At Proteintech, we have recently launched a new range of our popular monoclonal antibodies directly conjugated to our CoraLite fluorophores.
Troubleshooting
Now moving on to some common troubleshooting problems, starting with absent or poor signal. If you have absent or poor signal, the first you need to check is that your microscope is working by using a positive control sample of our slide. Another thing to check is that you are using the correct filter for your fluorophore. Another reason for losing activity could be that your antibody has lost activity. Therefore, either use a new lot and also check if your antibodies have being stored correctly according to your manufacturer's instructions. Poor signal may also be due to damaged epitopes through things such as over fixation. It might be necessary to perform an antigen retrieval step, especially when looking at former fixed tissues. Non-specific binding or high background could due to poor permeabilization for nuclear targets. It also might be due to too high antibody concentration. So perform trial titration to optimize for antibody incubation. On the right here, we can see the anti-Clathrin antibody. When you use it at the higher concentration of 1 in 100, actually has background staining, as opposed to the clear staining that you can see when it's 1 in 500. High background can also be due to insufficient washing and dried samples, and this can be mitigated simply by increasing the number and the length of your washes.

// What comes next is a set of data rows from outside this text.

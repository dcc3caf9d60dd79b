/* SPDX-License-Identifier: GPL-3.0-or-later */
/* The sizing assistant (see rugosa-sizing-window.h).
 *
 * The form is built from the field rows: each number is a row of the line
 * table (the duty's flows, length and elevation), of the settings table
 * (the project's limits and the service age) or of the sizing's own table
 * (the head loss of this duty), with the row's label, help, range and the
 * project's unit of its quantity.  The duty is a copy of the line option
 * selected when the assistant was presented: editing it here changes no
 * line; the project's limits are the project's, changed through the undo
 * history, and the service age is the view setting the slider moves.
 *
 * Every edit sizes the duty again (a few milliseconds: one evaluation per
 * size, rugosa-sizing.c) and refreshes the table, the summary, the inverse
 * results and the ladder on the main window's chart.
 *
 * This file holds the form, the duty, the object and the main window's
 * action; rugosa-sizing-window-results.c the sizing and what shows it. */
#define G_LOG_DOMAIN "rugosa-sizing-window"

#include "config.h"

#include <glib/gi18n.h>
#include <math.h>
#include <string.h>

#include "chart/rugosa-chart-sizing.h"
#include "core/aging.h"
#include "core/catalog.h"
#include "model/rugosa-display.h"
#include "model/rugosa-fields.h"
#include "model/rugosa-history.h"
#include "model/rugosa-units.h"
#include "rugosa-canvas.h"
#include "rugosa-quantity-entry.h"
#include "rugosa-sizing-window-private.h"

/* Where a number of the form goes. */
typedef enum {
  TARGET_DUTY,       /* a field of the duty line */
  TARGET_SETTINGS,   /* a project setting, through the undo history */
  TARGET_VIEW,       /* the service age shown (a view setting) */
  TARGET_OWN,        /* the head loss of this duty */
} Target;

static const struct {
  const char *property;
  Target target;
  int group;         /* 0 duty, 1 pipe and service life, 2 limits */
} form_rows[] = {
  { "flow-design", TARGET_DUTY, 0 },
  { "flow-maximum", TARGET_DUTY, 0 },
  { "length", TARGET_DUTY, 0 },
  { "elevation", TARGET_DUTY, 0 },
  { "service-age", TARGET_VIEW, 1 },
  { "velocity-limit", TARGET_SETTINGS, 2 },
  { "velocity-minimum", TARGET_SETTINGS, 2 },
  { "gradient-limit", TARGET_SETTINGS, 2 },
  { "max-head-loss", TARGET_OWN, 2 },
};


G_DEFINE_FINAL_TYPE (RugosaSizingWindow, rugosa_sizing_window, ADW_TYPE_WINDOW)

static const char *const DATA_KEY = "rugosa-sizing-window";


/* ---- the form ---- */

static const RugosaField *
_row_of (const char *property)
{
  const RugosaField *row = rugosa_field_find (property);
  guint n;

  if (row == NULL)
    {
      const RugosaField *own = rugosa_sizing_fields (&n);

      for (guint i = 0; i < n; i++)
        if (g_str_equal (own[i].property, property))
          return &own[i];
    }
  return row;
}

RugosaSettings *
_rugosa_sizing_window_settings (RugosaSizingWindow *self)
{
  return rugosa_project_get_settings (self->project);
}

/* The stored value a form row shows now. */
static double
_rugosa_sizing_window_value (RugosaSizingWindow *self,
                             guint               i)
{
  switch (form_rows[i].target)
    {
    case TARGET_DUTY:
      return rugosa_line_get_double (self->duty, form_rows[i].property);
    case TARGET_SETTINGS:
    case TARGET_VIEW:
      return rugosa_settings_get_double (_rugosa_sizing_window_settings (self), form_rows[i].property);
    case TARGET_OWN:
    default:
      return self->head_loss_max;
    }
}

/* Show the document's values in the project's units. */
static void
_rugosa_sizing_window_show_values (RugosaSizingWindow *self)
{
  self->updating = TRUE;
  for (guint i = 0; i < G_N_ELEMENTS (form_rows); i++)
    {
      const RugosaField *row = _row_of (form_rows[i].property);
      RugosaQuantityEntry *entry = g_hash_table_lookup (self->entries, form_rows[i].property);

      rugosa_quantity_entry_set_unit (entry, rugosa_settings_get_unit (_rugosa_sizing_window_settings (self), row->display));
      if (rugosa_quantity_entry_get_error_text (entry) == NULL)
        rugosa_quantity_entry_set_value (entry, _rugosa_sizing_window_value (self, i));
    }
  self->updating = FALSE;
}

/* A value refused: the field keeps the value in force (the entry has
 * taken the new one already) and shows why. */
static void
_rugosa_sizing_window_refuse (RugosaSizingWindow  *self,
                              RugosaQuantityEntry *entry,
                              guint                i,
                              const char          *why)
{
  self->updating = TRUE;
  rugosa_quantity_entry_set_value (entry, _rugosa_sizing_window_value (self, i));
  self->updating = FALSE;
  rugosa_quantity_entry_set_error (entry, why);
}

Autofluorescence is a common problem, especially in fixed tissues. Always include an endogenous staining control whereby you omit the primary and secondary antibodies from your buffers, then perform everything else as you would normally. This will help to assess the level of autofluorescence in your sample. Autofluorescence occurs due to cross-link fixation with formaldehydes from certain amino acids, fluorescent properties. Even in the red blood cells is also strongly also addressing. Most autofluorescence is in the green spectrum. And as you can see in this unstained image of a human FFPE kidney sample, the green filter has more obvious biological landmarks than the red filter. So one way to get around this would be to use red/far-red fluorophores such as the CoraLite 594 and CoralLite 647. You should also fix your samples for the minimum time required and perfused tissues with PBS to remove any red blood cells and also the strongly fluorescence molecules heme. Commercial reagents such as TrueView are also available, which is really good at reducing autofluorescence from all sources. Thank you very much for listening.